Art Quilt: Don't Look Behind You

The project changed. I started by drawing crow feathers I had picked up and cutting out a stencil for a book. I wasn't happy with the color of the book, and it was too late to change it, so that project was shepherded to the bottom of the flat-file drawer. I then dove into the boxes of leftover cotton cloth that a friend gave me and stenciled the crow feathers onto a long piece. I didn't expect to use it, but it grew on me and demanded to be a quilt.

Usually words come. This time they didn't. Still, I was curious and felt compelled to continue. I got out more cotton, tied it loosely with string, and dyed it "Raven Black." (Yes! That is the color of the dye from Dharma Trading.) Other pieces I left loose. The loose pieces became charcoal black, while the tie-dyed pieces turned a deep midnight blue-black.

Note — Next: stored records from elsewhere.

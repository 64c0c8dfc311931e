import { describe, expect, test } from 'vitest'
import { BATTERY_DEFAULTS, batteryOperation } from '@shared/document/battery'
import { applyOperation, OperationError } from '@shared/document/operations'
import { expectSound } from './arbitraries'
import { sampleDiagram } from './sample'

describe('batteryOperation, grouped', () => {
  test('a flush valve battery: one fixture node with the count, one cold pipe', () => {
    const doc = sampleDiagram()
    const { op, fixtureIds, pipeIds } = batteryOperation(doc, {
      parentId: 'J2',
      fixture: 'water-closet-flush-valve',
      count: 6,
      usesHot: false,
    })
    const after = applyOperation(doc, op)
    expectSound(after)
    expect(fixtureIds).toEqual(['F2'])
    expect(after.nodes.find((node) => node.id === 'F2')).toMatchObject({
      kind: 'fixture',
      fixture: 'water-closet-flush-valve',
      count: 6,
      levelId: 'L2',
      elevationM: 3.2,
    })
    expect(pipeIds).toEqual(['P7'])
    expect(after.pipes.at(-1)).toEqual({
      id: 'P7',
      from: 'J2',
      to: 'F2',
      system: 'cold',
      lengthM: BATTERY_DEFAULTS.dropM,
    })
  })

  test('a fixture using hot water gets a hot pipe from the hot parent too', () => {
    const doc = sampleDiagram()
    const { op } = batteryOperation(doc, {
      parentId: 'J2',
      hotParentId: 'WH1',
      fixture: 'lavatory',
      count: 4,
      usesHot: true,
    })
    const after = applyOperation(doc, op)
    expect(after.pipes.slice(-2).map(({ from, to, system }) => [from, to, system])).toEqual([
      ['J2', 'F2', 'cold'],
      ['WH1', 'F2', 'hot'],
    ])
  })

  test('a hot-only appliance hangs off the hot parent alone', () => {
    const doc = sampleDiagram()
    const { op } = batteryOperation(doc, {
      parentId: 'WH1',
      fixture: 'dishwasher',
      count: 2,
      usesHot: true,
      usesCold: false,
    })
    const after = applyOperation(doc, op)
    expect(after.pipes.slice(-1).map(({ from, to, system }) => [from, to, system])).toEqual([
      ['WH1', 'F2', 'hot'],
    ])
  })
})

describe('batteryOperation, individual', () => {
  test('N fixtures along a new header: a junction per fixture and system, pipes between', () => {
    const doc = sampleDiagram()
    const result = batteryOperation(doc, {
      parentId: 'J2',
      hotParentId: 'WH1',
      fixture: 'lavatory',
      count: 3,
      usesHot: true,
      layout: 'individual',
    })
    const after = applyOperation(doc, result.op)
    expectSound(after)
    expect(result.fixtureIds).toEqual(['F2', 'F3', 'F4'])
    expect(result.nodeIds).toHaveLength(3 + 3 + 3)
    const added = after.pipes.filter((pipe) => result.pipeIds.includes(pipe.id))
    const cold = added
      .filter((pipe) => pipe.system === 'cold')
      .map(({ from, to, lengthM }) => `${from}>${to}:${lengthM}`)
    expect(cold).toEqual(['J2>J3:1', 'J3>F2:1.5', 'J3>J4:1', 'J4>F3:1.5', 'J4>J5:1', 'J5>F4:1.5'])
    const hot = added.filter((pipe) => pipe.system === 'hot').map(({ from, to }) => `${from}>${to}`)
    expect(hot).toEqual(['WH1>J6', 'J6>F2', 'J6>J7', 'J7>F3', 'J7>J8', 'J8>F4'])
    for (const id of result.fixtureIds) {
      expect(after.nodes.find((node) => node.id === id)).toMatchObject({ count: 1 })
    }
  })

  test('custom spacing and drop lengths are used', () => {
    const doc = sampleDiagram()
    const { op, pipeIds } = batteryOperation(doc, {
      parentId: 'J2',
      fixture: 'urinal-flush-valve',
      count: 2,
      usesHot: false,
      layout: 'individual',
      spacingM: 0.6,
      dropM: 0.9,
    })
    const after = applyOperation(doc, op)
    const lengths = after.pipes
      .filter((pipe) => pipeIds.includes(pipe.id))
      .map((pipe) => pipe.lengthM)
    expect(lengths).toEqual([0.6, 0.9, 0.6, 0.9])
  })
})

describe('batteryOperation refusals', () => {
  test.each([
    [
      'a missing parent',
      { parentId: 'J9', fixture: 'lavatory', count: 2, usesHot: false },
      /battery: parentId: no node with id J9/,
    ],
    [
      'a fixture as parent',
      { parentId: 'F1', fixture: 'lavatory', count: 2, usesHot: false },
      /battery: parentId: F1 is a fixture and cannot feed/,
    ],
    [
      'hot without a hot parent',
      { parentId: 'J2', fixture: 'lavatory', count: 2, usesHot: true },
      /battery: hotParentId: a fixture using hot water needs a hot parent/,
    ],
    [
      'a zero count',
      { parentId: 'J2', fixture: 'lavatory', count: 0, usesHot: false },
      /battery: count: Too small/,
    ],
    [
      'a fractional count',
      { parentId: 'J2', fixture: 'lavatory', count: 2.5, usesHot: false },
      /battery: count: /,
    ],
    [
      'no fixture key',
      { parentId: 'J2', fixture: '', count: 2, usesHot: false },
      /battery: fixture: /,
    ],
    [
      'neither system',
      { parentId: 'J2', fixture: 'lavatory', count: 2, usesHot: false, usesCold: false },
      /must draw cold or hot/,
    ],
  ])('refuses %s', (_name, options, message) => {
    expect(() => batteryOperation(sampleDiagram(), options)).toThrow(OperationError)
    expect(() => batteryOperation(sampleDiagram(), options)).toThrow(message)
  })
})
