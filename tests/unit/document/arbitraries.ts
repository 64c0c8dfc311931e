/**
 * Random valid documents and random valid operations for property tests. Operations are realised
 * from plain random seeds against the document they will meet, so a batch can be built step by
 * step on the evolving document.
 */
import fc from 'fast-check'
import { expect } from 'vitest'
import { nextId } from '@shared/document/ids'
import {
  DIAGRAM_FORMAT,
  DIAGRAM_FORMAT_VERSION,
  diagramSchema,
  NODE_KINDS,
  type Diagram,
  type DiagramNode,
  type NodeKind,
} from '@shared/document/model'
import { applyOperation, type Operation } from '@shared/document/operations'

const FIXTURE_KEYS = ['lavatory', 'kitchen-sink', 'shower', 'water-closet-valve']

export const nodeSeed = fc.record({
  kind: fc.nat(),
  a: fc.integer({ min: -5000, max: 5000 }),
  b: fc.integer({ min: 0, max: 9000 }),
  n: fc.integer({ min: 1, max: 40 }),
  flag: fc.boolean(),
  other: fc.boolean(),
  level: fc.nat(),
  text: fc.string({ maxLength: 12 }),
})
export interface NodeSeed {
  kind: number
  a: number
  b: number
  n: number
  flag: boolean
  other: boolean
  level: number
  text: string
}

const pick = <T>(items: readonly T[], i: number): T => items[i % items.length]!

/** A node of `kind` whose optional fields come and go with the seed. */
export function makeNode(kind: NodeKind, id: string, s: NodeSeed, levelIds: string[]): DiagramNode {
  const base = {
    id,
    label: s.text,
    elevationM: s.a / 100,
    ...(s.flag ? { position: { x: s.a, y: s.b } } : {}),
    ...(levelIds.length && s.other ? { levelId: pick(levelIds, s.level) } : {}),
  }
  switch (kind) {
    case 'supply':
      return { ...base, kind, pressureKPa: s.b / 10 }
    case 'junction':
      return { ...base, kind }
    case 'meter':
    case 'backflow-preventer':
    case 'water-heater':
      return { ...base, kind, lossKPa: s.b / 100 }
    case 'pressure-reducing-valve':
      return { ...base, kind, setKPa: s.b / 20 }
    case 'fixture':
      return {
        ...base,
        kind,
        fixture: pick(FIXTURE_KEYS, s.level),
        count: s.n,
        ...(s.other ? { occupancy: 'private' as const } : {}),
        ...(s.flag ? { load: { cold: s.n / 4, hot: s.n / 8, total: s.n / 3 } } : {}),
      }
    case 'equipment':
      return { ...base, kind, flowLps: s.b / 1000, ...(s.other ? { minPressureKPa: s.n } : {}) }
  }
}

const pipeSeed = fc.record({
  a: fc.nat(),
  b: fc.nat(),
  hot: fc.boolean(),
  len: fc.integer({ min: 1, max: 900 }),
})

/** Random documents that pass `diagramSchema`, with unique ids and no dangling pipes. */
export const diagramArb = fc
  .record({
    levels: fc.array(fc.integer({ min: -10, max: 60 }), { maxLength: 3 }),
    nodes: fc.array(nodeSeed, { minLength: 1, maxLength: 9 }),
    pipes: fc.array(pipeSeed, { maxLength: 10 }),
    name: fc.string({ maxLength: 20 }),
  })
  .map(({ levels, nodes, pipes, name }): Diagram => {
    const levelList = levels.map((elevationM, i) => ({
      id: `L${i + 1}`,
      name: `Floor ${i + 1}`,
      elevationM,
    }))
    const levelIds = levelList.map((level) => level.id)
    const nodeList = nodes.map((s, i) =>
      makeNode(pick(NODE_KINDS, s.kind), `N${i + 1}`, s, levelIds),
    )
    const pipeList = pipes
      .map((s, i) => ({
        id: `P${i + 1}`,
        from: pick(nodeList, s.a).id,
        to: pick(nodeList, s.b).id,
        system: s.hot ? ('hot' as const) : ('cold' as const),
        lengthM: s.len / 10,
        ...(s.hot ? { material: 'pex' } : {}),
      }))
      .filter((pipe) => pipe.from !== pipe.to)
    return diagramSchema.parse({
      format: DIAGRAM_FORMAT,
      version: DIAGRAM_FORMAT_VERSION,
      name,
      levels: levelList,
      nodes: nodeList,
      pipes: pipeList,
    })
  })

export const opSeed = fc.record({
  pick: fc.nat(),
  i: fc.nat(),
  j: fc.nat(),
  node: nodeSeed,
  x: fc.integer({ min: -2000, max: 2000 }),
  flag: fc.boolean(),
  text: fc.string({ maxLength: 12 }),
})
export interface OpSeed {
  pick: number
  i: number
  j: number
  node: NodeSeed
  x: number
  flag: boolean
  text: string
}

/** One valid, non-batch operation for `doc`, chosen by the seed. */
export function realizeOp(doc: Diagram, s: OpSeed): Operation {
  const levelIds = doc.levels.map((level) => level.id)
  const unusedLevels = levelIds.filter((id) => !doc.nodes.some((node) => node.levelId === id))
  const choices = [
    'node.add',
    'diagram.rename',
    'settings.update',
    'level.add',
    ...(doc.nodes.length ? ['node.update', 'node.move', 'node.remove'] : []),
    ...(doc.nodes.length > 1 ? ['pipe.add'] : []),
    ...(doc.pipes.length ? ['pipe.update', 'pipe.remove'] : []),
    ...(doc.levels.length ? ['level.update'] : []),
    ...(unusedLevels.length ? ['level.remove'] : []),
  ]
  const node = doc.nodes.length ? pick(doc.nodes, s.i) : undefined
  const pipe = doc.pipes.length ? pick(doc.pipes, s.i) : undefined
  switch (pick(choices, s.pick)) {
    case 'node.add': {
      const kind = pick(NODE_KINDS, s.node.kind)
      return { type: 'node.add', node: makeNode(kind, nextId(doc, kind), s.node, levelIds) }
    }
    case 'node.update': {
      const fresh = makeNode(node!.kind, node!.id, s.node, levelIds)
      const { id: _id, kind: _kind, ...fields } = fresh
      const patch: Record<string, unknown> = { ...fields }
      // Clear what the fresh node lacks, so removal of optional fields is exercised too.
      for (const key of ['position', 'levelId', 'occupancy', 'load', 'minPressureKPa']) {
        if (!(key in fields) && key in node!) patch[key] = null
      }
      if (s.flag) delete patch.label
      return { type: 'node.update', id: node!.id, patch }
    }
    case 'node.move':
      return {
        type: 'node.move',
        id: node!.id,
        position: { x: s.x, y: -s.x },
        ...(s.flag ? { levelId: levelIds.length ? pick(levelIds, s.j) : null } : {}),
        ...(s.node.flag ? { elevationM: s.x / 50 } : {}),
      }
    case 'node.remove':
      return { type: 'node.remove', id: node!.id }
    case 'pipe.add': {
      const from = pick(doc.nodes, s.i)
      const to = pick(
        doc.nodes.filter((other) => other.id !== from.id),
        s.j,
      )
      const system = s.flag ? ('hot' as const) : ('cold' as const)
      return {
        type: 'pipe.add',
        pipe: {
          id: nextId(doc, 'pipe'),
          from: from.id,
          to: to.id,
          system,
          lengthM: 1 + (s.j % 30),
        },
      }
    }
    case 'pipe.update':
      return {
        type: 'pipe.update',
        id: pipe!.id,
        patch: {
          lengthM: 0.5 + (s.j % 40),
          ...(s.flag
            ? { nominal: '3/4', material: null }
            : { nominal: null, system: 'hot' as const }),
        },
      }
    case 'pipe.remove':
      return { type: 'pipe.remove', id: pipe!.id }
    case 'settings.update':
      return {
        type: 'settings.update',
        patch: s.flag
          ? { fittingAllowance: (s.j % 30) / 10, occupancy: 'private' }
          : { velocityLimits: { cold: 2, hot: 1.2 }, material: 'pex' },
      }
    case 'level.add':
      return {
        type: 'level.add',
        level: { id: nextId(doc, 'level'), name: `Level ${s.text}`, elevationM: s.x / 10 },
        ...(s.flag ? { index: s.j % 4 } : {}),
      }
    case 'level.update':
      return {
        type: 'level.update',
        id: pick(doc.levels, s.i).id,
        patch: { name: `Deck ${s.j % 9}`, elevationM: s.x / 4 },
      }
    case 'level.remove':
      return { type: 'level.remove', id: pick(unusedLevels, s.i) }
    default:
      return { type: 'diagram.rename', name: s.text }
  }
}

/** A single op or a batch of up to 6 ops realised one after another. */
export const anyOpArb = fc.record({
  seeds: fc.array(opSeed, { minLength: 1, maxLength: 6 }),
  batch: fc.boolean(),
})

export function realizeAny(
  doc: Diagram,
  { seeds, batch }: { seeds: OpSeed[]; batch: boolean },
): Operation {
  if (!batch) return realizeOp(doc, seeds[0]!)
  const ops: Operation[] = []
  let current = doc
  for (const seed of seeds) {
    const op = realizeOp(current, seed)
    ops.push(op)
    current = applyOperation(current, op)
  }
  return { type: 'batch', ops }
}

/** Every id unique within its collection and every pipe end a node of the document. */
export function expectSound(doc: Diagram) {
  expect(diagramSchema.safeParse(doc).success).toBe(true)
  const nodeIds = doc.nodes.map((node) => node.id)
  expect(new Set(nodeIds).size).toBe(nodeIds.length)
  expect(new Set(doc.pipes.map((pipe) => pipe.id)).size).toBe(doc.pipes.length)
  for (const pipe of doc.pipes) {
    expect(nodeIds).toContain(pipe.from)
    expect(nodeIds).toContain(pipe.to)
  }
}
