/**
 * Team briefs from a published model run: every team's figures, risk bands, drivers and segments,
 * as the team's manager may see them. Pure computation: no I/O.
 *
 * Each manager is one viewer. What one manager sees (their teams, the departments of those teams
 * and the organisation) goes through one call of `suppress`, so nothing they can add up or
 * subtract recovers a group of 1 to k − 1 employees. The groups are modelled exactly: for the
 * viewer's own teams the finest groups are "segment × left or stayed" (a risk band is a union of
 * segments, because a row's expected leaver share is its segment's share), for everyone else
 * "team × left or stayed".
 */
import {
  BRIEF_CAUTION,
  type BriefDriver,
  type BriefSegment,
  type GroupFigures,
  RISK_BANDS,
  type RiskBandName,
  type TeamBrief,
  type TeamBriefResponse,
  type TeamRef,
} from '../../../shared/briefs';
import { isInternal, type TreeNode } from '../../../shared/tree';
import { aggregateAttributions, describeSegments, pathAttributions } from '../modeling/explain';
import { buildTable, type ColumnInput } from '../modeling/table';
import { assignSegments } from '../modeling/tree-json';
import {
  type CountCell,
  isShown,
  type OrWithheld,
  type SumRelation,
  type Suppression,
  showIf,
  suppress,
} from './suppression';

export type BriefColumns = {
  /** 1 = left in the window */
  labels: ArrayLike<number>;
  features: readonly {
    name: string;
    kind: 'numeric' | 'categorical';
    values: ArrayLike<number | string | null>;
  }[];
  teams: readonly (string | null)[];
  departments: readonly (string | null)[] | null;
  managerEmails: readonly (string | null)[] | null;
};

export type BriefModel = {
  tree: TreeNode;
  /** the analyst's drivers of the run, with their suggested actions */
  drivers: readonly { feature: string; suggestedAction?: string | null }[];
};

export type BriefSettings = {
  k: number;
  blockedFields: readonly string[];
  window: { start: string; end: string } | null;
  publishedAt: string;
  /** the id a team gets in the publication (stored briefs use generated ids) */
  teamId?: (name: string, index: number) => string;
};

export type ComputedTeam = {
  id: string;
  name: string;
  department: string | null;
  /** lower-cased; null when the team has no manager e-mail */
  managerEmail: string | null;
  withheld: boolean;
  /** as the manager sees it: null when withheld */
  headcount: number | null;
  attritionRate: OrWithheld<number> | null;
  organisationRate: OrWithheld<number> | null;
  brief: TeamBriefResponse;
};

/** Shown drivers per team (the largest differences from the organisation). */
export const DRIVERS_PER_BRIEF = 5;

/** Risk bands relative to the organisation's attrition rate (a product choice, stated in every brief). */
const LOW_BELOW = 0.75;
const HIGH_FROM = 1.5;

/** The risk band of an expected leaver share, given the organisation's attrition rate. */
export function riskBandOf(share: number, organisationRate: number): RiskBandName {
  if (Number.isNaN(share)) return 'medium';
  if (share < LOW_BELOW * organisationRate) return 'low';
  return share >= HIGH_FROM * organisationRate ? 'high' : 'medium';
}

export function withheldMessage(k: number): string {
  return `withheld: fewer than ${k} employees. This team is too small for a brief; nothing about it is shown.`;
}

type Team = {
  index: number;
  name: string;
  rows: number[];
  department: string | null;
  managerEmail: string | null;
  leavers: number;
};

function majority(values: readonly (string | null)[], rows: readonly number[], lower = false): string | null {
  const counts = new Map<string, number>();
  for (const r of rows) {
    const raw = values[r];
    if (raw === null || raw === undefined) continue;
    const v = lower ? raw.trim().toLowerCase() : raw.trim();
    if (v !== '') counts.set(v, (counts.get(v) ?? 0) + 1);
  }
  let best: string | null = null;
  let bestCount = 0;
  for (const [value, count] of [...counts].sort((a, b) => a[0].localeCompare(b[0]))) {
    if (count > bestCount) {
      best = value;
      bestCount = count;
    }
  }
  return best;
}

/** The columns a tree splits on. */
export function treeFeatures(tree: TreeNode): string[] {
  const found = new Set<string>();
  const walk = (node: TreeNode) => {
    if (!isInternal(node)) return;
    found.add(node.split.feature);
    walk(node.children[0]);
    walk(node.children[1]);
  };
  walk(tree);
  return [...found];
}

const round = (x: number, digits = 0) => Number(x.toFixed(digits));

function describeDriver(
  feature: string,
  difference: number,
): Pick<BriefDriver, 'direction' | 'points' | 'sentence'> {
  const points = Math.round(Math.abs(difference) * 100);
  if (points === 0) {
    return {
      direction: 'about the same',
      points: 0,
      sentence: `${feature} weighs on the expected leaver share of this team about as much as across the organisation.`,
    };
  }
  const unit = points === 1 ? 'point' : 'points';
  return difference > 0
    ? {
        direction: 'raises',
        points,
        sentence: `${feature} raises the expected leaver share of this team by about ${points} ${unit} over the organisation.`,
      }
    : {
        direction: 'lowers',
        points,
        sentence: `${feature} lowers the expected leaver share of this team by about ${points} ${unit} below the organisation.`,
      };
}
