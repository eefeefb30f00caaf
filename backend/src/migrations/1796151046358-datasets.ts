import type { MigrationInterface, QueryRunner } from 'typeorm';

export class Datasets1796151046358 implements MigrationInterface {
  name = 'Datasets1796151046358';

  public async up(queryRunner: QueryRunner): Promise<void> {
    await queryRunner.query(`
            CREATE TABLE "dataset_columns" (
                "id" uuid NOT NULL DEFAULT gen_random_uuid(),
                "dataset_id" uuid NOT NULL,
                "role" character varying(20) NOT NULL,
                "position" integer NOT NULL,
                "name" character varying(200) NOT NULL,
                "type" character varying(20) NOT NULL,
                "date_order" character varying(20),
                "values" jsonb NOT NULL,
                CONSTRAINT "PK_d7be492a5de7d5adc98729f7972" PRIMARY KEY ("id")
            )
        `);
    await queryRunner.query(`
            CREATE INDEX "IDX_fe9f96cad96fdad0166f51eedc" ON "dataset_columns" ("dataset_id", "role", "position")
        `);
    await queryRunner.query(`
            CREATE TABLE "datasets" (
                "id" uuid NOT NULL DEFAULT gen_random_uuid(),
                "name" character varying(200) NOT NULL,
                "status" character varying(20) NOT NULL,
                "row_count" integer NOT NULL,
                "format" character varying(10) NOT NULL,
                "uploaded_by_id" uuid,
                "uploaded_by_email" character varying(320) NOT NULL,
                "uploaded_at" TIMESTAMP WITH TIME ZONE NOT NULL DEFAULT now(),
                "sheet_name" character varying(200),
                "sheet_names" jsonb NOT NULL DEFAULT '[]',
                "warnings" jsonb NOT NULL DEFAULT '[]',
                "profile" jsonb NOT NULL,
                "dropped_columns" jsonb NOT NULL DEFAULT '[]',
                "mapping" jsonb,
                "preview" jsonb,
                "mapped_at" TIMESTAMP WITH TIME ZONE,
                "row_numbers" jsonb NOT NULL,
                CONSTRAINT "PK_1bf831e43c559a240303e23d038" PRIMARY KEY ("id")
            )
        `);
    await queryRunner.query(`
            CREATE INDEX "IDX_b6763e4ef0620b605823ea0ff4" ON "datasets" ("uploaded_at")
        `);
    await queryRunner.query(`
            ALTER TABLE "dataset_columns"
            ADD CONSTRAINT "FK_104d490b43391abf1dfd00a6269" FOREIGN KEY ("dataset_id") REFERENCES "datasets"("id") ON DELETE CASCADE ON UPDATE NO ACTION
        `);
  }

  public async down(queryRunner: QueryRunner): Promise<void> {
    await queryRunner.query(`
            ALTER TABLE "dataset_columns" DROP CONSTRAINT "FK_104d490b43391abf1dfd00a6269"
        `);
    await queryRunner.query(`
            DROP INDEX "public"."IDX_b6763e4ef0620b605823ea0ff4"
        `);
    await queryRunner.query(`
            DROP TABLE "datasets"
        `);
    await queryRunner.query(`
            DROP INDEX "public"."IDX_fe9f96cad96fdad0166f51eedc"
        `);
    await queryRunner.query(`
            DROP TABLE "dataset_columns"
        `);
  }
}
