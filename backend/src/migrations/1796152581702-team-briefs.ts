import type { MigrationInterface, QueryRunner } from 'typeorm';

export class TeamBriefs1796152581702 implements MigrationInterface {
  name = 'TeamBriefs1796152581702';

  public async up(queryRunner: QueryRunner): Promise<void> {
    await queryRunner.query(`
            CREATE TABLE "publications" (
                "id" uuid NOT NULL DEFAULT gen_random_uuid(),
                "model_run_id" uuid NOT NULL,
                "dataset_id" uuid NOT NULL,
                "status" character varying(20) NOT NULL,
                "policy_version" integer NOT NULL,
                "k" integer NOT NULL,
                "features" text array NOT NULL DEFAULT '{}',
                "published_by_id" uuid,
                "published_by_email" character varying(320),
                "created_at" TIMESTAMP WITH TIME ZONE NOT NULL DEFAULT now(),
                "published_at" TIMESTAMP WITH TIME ZONE,
                "team_count" integer,
                "withheld_team_count" integer,
                "ended_at" TIMESTAMP WITH TIME ZONE,
                "end_reason" text,
                CONSTRAINT "PK_2c4e732b044e09139d2f1065fae" PRIMARY KEY ("id")
            )
        `);
    await queryRunner.query(`
            CREATE INDEX "publications_dataset_status" ON "publications" ("dataset_id", "status")
        `);
    await queryRunner.query(`
            CREATE TABLE "team_briefs" (
                "id" uuid NOT NULL DEFAULT gen_random_uuid(),
                "publication_id" uuid NOT NULL,
                "name" character varying(300) NOT NULL,
                "department" character varying(300),
                "manager_email" character varying(320),
                "withheld" boolean NOT NULL,
                "headcount" integer,
                "summary" jsonb NOT NULL,
                "brief" jsonb NOT NULL,
                CONSTRAINT "PK_8bfe94c32a06e65ffed5c21464b" PRIMARY KEY ("id")
            )
        `);
    await queryRunner.query(`
            CREATE INDEX "team_briefs_publication" ON "team_briefs" ("publication_id")
        `);
    await queryRunner.query(`
            CREATE INDEX "team_briefs_manager" ON "team_briefs" ("manager_email")
        `);
    await queryRunner.query(`
            ALTER TABLE "publications"
            ADD CONSTRAINT "FK_9441c08f713c45229839f8ee23f" FOREIGN KEY ("dataset_id") REFERENCES "datasets"("id") ON DELETE CASCADE ON UPDATE NO ACTION
        `);
    await queryRunner.query(`
            ALTER TABLE "team_briefs"
            ADD CONSTRAINT "FK_c9cd2b88db8cf67cc7daa303d20" FOREIGN KEY ("publication_id") REFERENCES "publications"("id") ON DELETE CASCADE ON UPDATE NO ACTION
        `);
  }

  public async down(queryRunner: QueryRunner): Promise<void> {
    await queryRunner.query(`
            ALTER TABLE "team_briefs" DROP CONSTRAINT "FK_c9cd2b88db8cf67cc7daa303d20"
        `);
    await queryRunner.query(`
            ALTER TABLE "publications" DROP CONSTRAINT "FK_9441c08f713c45229839f8ee23f"
        `);
    await queryRunner.query(`
            DROP INDEX "public"."team_briefs_manager"
        `);
    await queryRunner.query(`
            DROP INDEX "public"."team_briefs_publication"
        `);
    await queryRunner.query(`
            DROP TABLE "team_briefs"
        `);
    await queryRunner.query(`
            DROP INDEX "public"."publications_dataset_status"
        `);
    await queryRunner.query(`
            DROP TABLE "publications"
        `);
  }
}
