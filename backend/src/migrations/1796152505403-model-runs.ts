import type { MigrationInterface, QueryRunner } from 'typeorm';

export class ModelRuns1796152505403 implements MigrationInterface {
  name = 'ModelRuns1796152505403';

  public async up(queryRunner: QueryRunner): Promise<void> {
    await queryRunner.query(`
            CREATE TABLE "model_runs" (
                "id" uuid NOT NULL DEFAULT gen_random_uuid(),
                "dataset_id" uuid NOT NULL,
                "dataset_name" character varying(200),
                "dataset_version" character varying(80),
                "data_window" jsonb,
                "status" character varying(20) NOT NULL,
                "progress" double precision NOT NULL DEFAULT '0',
                "phase" character varying(30),
                "settings" jsonb NOT NULL,
                "policy_version" integer NOT NULL,
                "k" integer NOT NULL,
                "features" jsonb NOT NULL,
                "excluded_features" jsonb NOT NULL,
                "result" jsonb,
                "error" text,
                "cancel_requested" boolean NOT NULL DEFAULT false,
                "attempts" integer NOT NULL DEFAULT '0',
                "worker_name" character varying(200),
                "needs_review" boolean NOT NULL DEFAULT false,
                "publication_state" character varying(20) NOT NULL DEFAULT 'draft',
                "publication_comment" text,
                "driver_actions" jsonb NOT NULL DEFAULT '{}',
                "created_by_id" uuid,
                "created_by_email" character varying(320) NOT NULL,
                "created_at" TIMESTAMP WITH TIME ZONE NOT NULL DEFAULT now(),
                "started_at" TIMESTAMP WITH TIME ZONE,
                "finished_at" TIMESTAMP WITH TIME ZONE,
                "heartbeat_at" TIMESTAMP WITH TIME ZONE,
                CONSTRAINT "PK_8caa6d7d2a44d52b66e8edca8ae" PRIMARY KEY ("id")
            )
        `);
    await queryRunner.query(`
            CREATE INDEX "IDX_e6944672bfcdc98a49d5330a23" ON "model_runs" ("created_at")
        `);
    await queryRunner.query(`
            CREATE INDEX "IDX_97ab5f00f97e52c073c5a59232" ON "model_runs" ("dataset_id")
        `);
    await queryRunner.query(`
            ALTER TABLE "model_runs"
            ADD CONSTRAINT "FK_97ab5f00f97e52c073c5a592320" FOREIGN KEY ("dataset_id") REFERENCES "datasets"("id") ON DELETE CASCADE ON UPDATE NO ACTION
        `);
  }

  public async down(queryRunner: QueryRunner): Promise<void> {
    await queryRunner.query(`
            ALTER TABLE "model_runs" DROP CONSTRAINT "FK_97ab5f00f97e52c073c5a592320"
        `);
    await queryRunner.query(`
            DROP INDEX "public"."IDX_97ab5f00f97e52c073c5a59232"
        `);
    await queryRunner.query(`
            DROP INDEX "public"."IDX_e6944672bfcdc98a49d5330a23"
        `);
    await queryRunner.query(`
            DROP TABLE "model_runs"
        `);
  }
}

I liked the particular pattern on the left, so I kept it as a full panel. To change up the symmetry and to disrupt the pattern, I cut another long strip and pieced it back together randomly. That became the righthand panel.

With this quilt I learned to use the quilting as emphasis and shadow (similar to a deep impression from a letterpress). I used a single strand of "ecru" DMC embroidery thread on the crow feather area and on the night sky sections I used a midnight blue-black, "abyssal blue," a Daruma sashiko thread that I found at one of my favorite shops, KimonoMomo. It has the thickness of about 2-3 strands of the DMC. (Even so, both kinds of thread were sewn doubled.)

It took many months for this quilt to come together, and for me to accept that it would be wordless. I turned to a friend for the title. "Don't Look Behind You," he said. His thoughts were about an upcoming reunion. But the title works for me on many levels.

Looking at the back is giving me more ideas. And it makes me think there are words here, after all.


Liz A said…
thank you for a look into the process behind your quilt ... and a literal look at the back, with its asemic stitching
Alisa said…
Thanks, Liz A. It's funny how we like to look at the backs of sewn works, isn't it?